// RNN against onnxruntime-node (graph optimizations off) on seeded random nodes: every direction,
// sequence_lens, initial_h, clip, activation lists with alpha/beta, and layout 1 (opset 14; onnxruntime runs the
// same case at layout 0, see checkBatchMajor). Cell equation: the ONNX operator documentation's RNN definition
// (quoted in src/eval/kernels/rnn.ts); the fixed cases test_simple_rnn_* and test_rnn_seq_length of the ONNX
// backend data (onnx 1.12.0) run in conformance.test.ts.
import { describe, expect, it } from 'vitest';
import { checkBatchMajor, checkCase } from './recurrent-cases.js';
import { GraphBuilder, modelBytes } from '../helpers/build.js';
import { parseModel } from '../../src/onnx/read.js';
import { runModel } from '../../src/eval/run.js';

describe('RNN vs onnxruntime-node', () => {
  it('bidirectional with sequence_lens (seeded shapes and attributes)', async () => {
    for (let seed = 1; seed <= 8; seed++) await checkCase('RNN', seed, 14, { direction: 'bidirectional', seqLens: true });
  });
  it('forward and reverse with clip (opset 7)', async () => {
    for (let seed = 11; seed <= 16; seed++) await checkCase('RNN', seed, 7, { direction: seed % 2 ? 'forward' : 'reverse', clip: true });
  });
  it('activation lists with alpha and beta', async () => {
    for (let seed = 21; seed <= 32; seed++) await checkCase('RNN', seed, 14, { activations: true });
  });
  it('layout 1 (batch-major) equals layout 0 with the axes moved', async () => {
    for (let seed = 41; seed <= 46; seed++) await checkBatchMajor('RNN', seed, 14, { seqLens: seed % 2 === 0 });
  });
  it('an empty sequence (sequence_lens 0) gives zero Y_h as onnxruntime does', async () => {
    for (let seed = 61; seed <= 64; seed++) await checkCase('RNN', seed, 14, { seqLens: true, zeroLength: true });
  });
  it('random mixes (opset 22)', async () => {
    for (let seed = 51; seed <= 58; seed++) await checkCase('RNN', seed, 22);
  });
});

describe('RNN activation defaults', () => {
  // ONNX operator docs (RNN, activation_alpha): "Default values are the same as of corresponding ONNX operators";
  // ThresholdedRelu's default alpha is 1.0 (ThresholdedRelu docs). onnxruntime 1.30 uses 0 here, so this is
  // checked against the docs, not against onnxruntime.
  it('ThresholdedRelu without activation_alpha uses the ONNX default alpha 1.0', () => {
    const g = new GraphBuilder();
    g.input('X', [1, 1, 3]);
    g.init('W', [1, 3, 3], [1, 0, 0, 0, 1, 0, 0, 0, 1]);
    g.init('R', [1, 3, 3], new Array(9).fill(0));
    g.output('Y');
    g.node('RNN', ['X', 'W', 'R'], { hidden_size: 3, activations: ['ThresholdedRelu'] }, { outputs: ['Y'] });
    const model = parseModel(modelBytes(g, { opset: 14 }), '.');
    const y = runModel(model, new Map([['X', { type: 1, dims: [1, 1, 3], data: Float64Array.from([0.5, 1.5, 3]) }]]), { precision: 'float64' }).get('Y')!;
    expect(Array.from(y.data)).toEqual([0, 1.5, 3]);
    g.nodes[0]!.attribute!.push({ name: 'activation_alpha', type: 6, floats: [0.25] });
    const m2 = parseModel(modelBytes(g, { opset: 14 }), '.');
    const y2 = runModel(m2, new Map([['X', { type: 1, dims: [1, 1, 3], data: Float64Array.from([0.5, 1.5, 3]) }]]), { precision: 'float64' }).get('Y')!;
    expect(Array.from(y2.data)).toEqual([0.5, 1.5, 3]);
  });
});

-*-

YOUR TASK:
Please tally the lines above that include the word "against" and answer with the number by itself.

OUTPUT:
2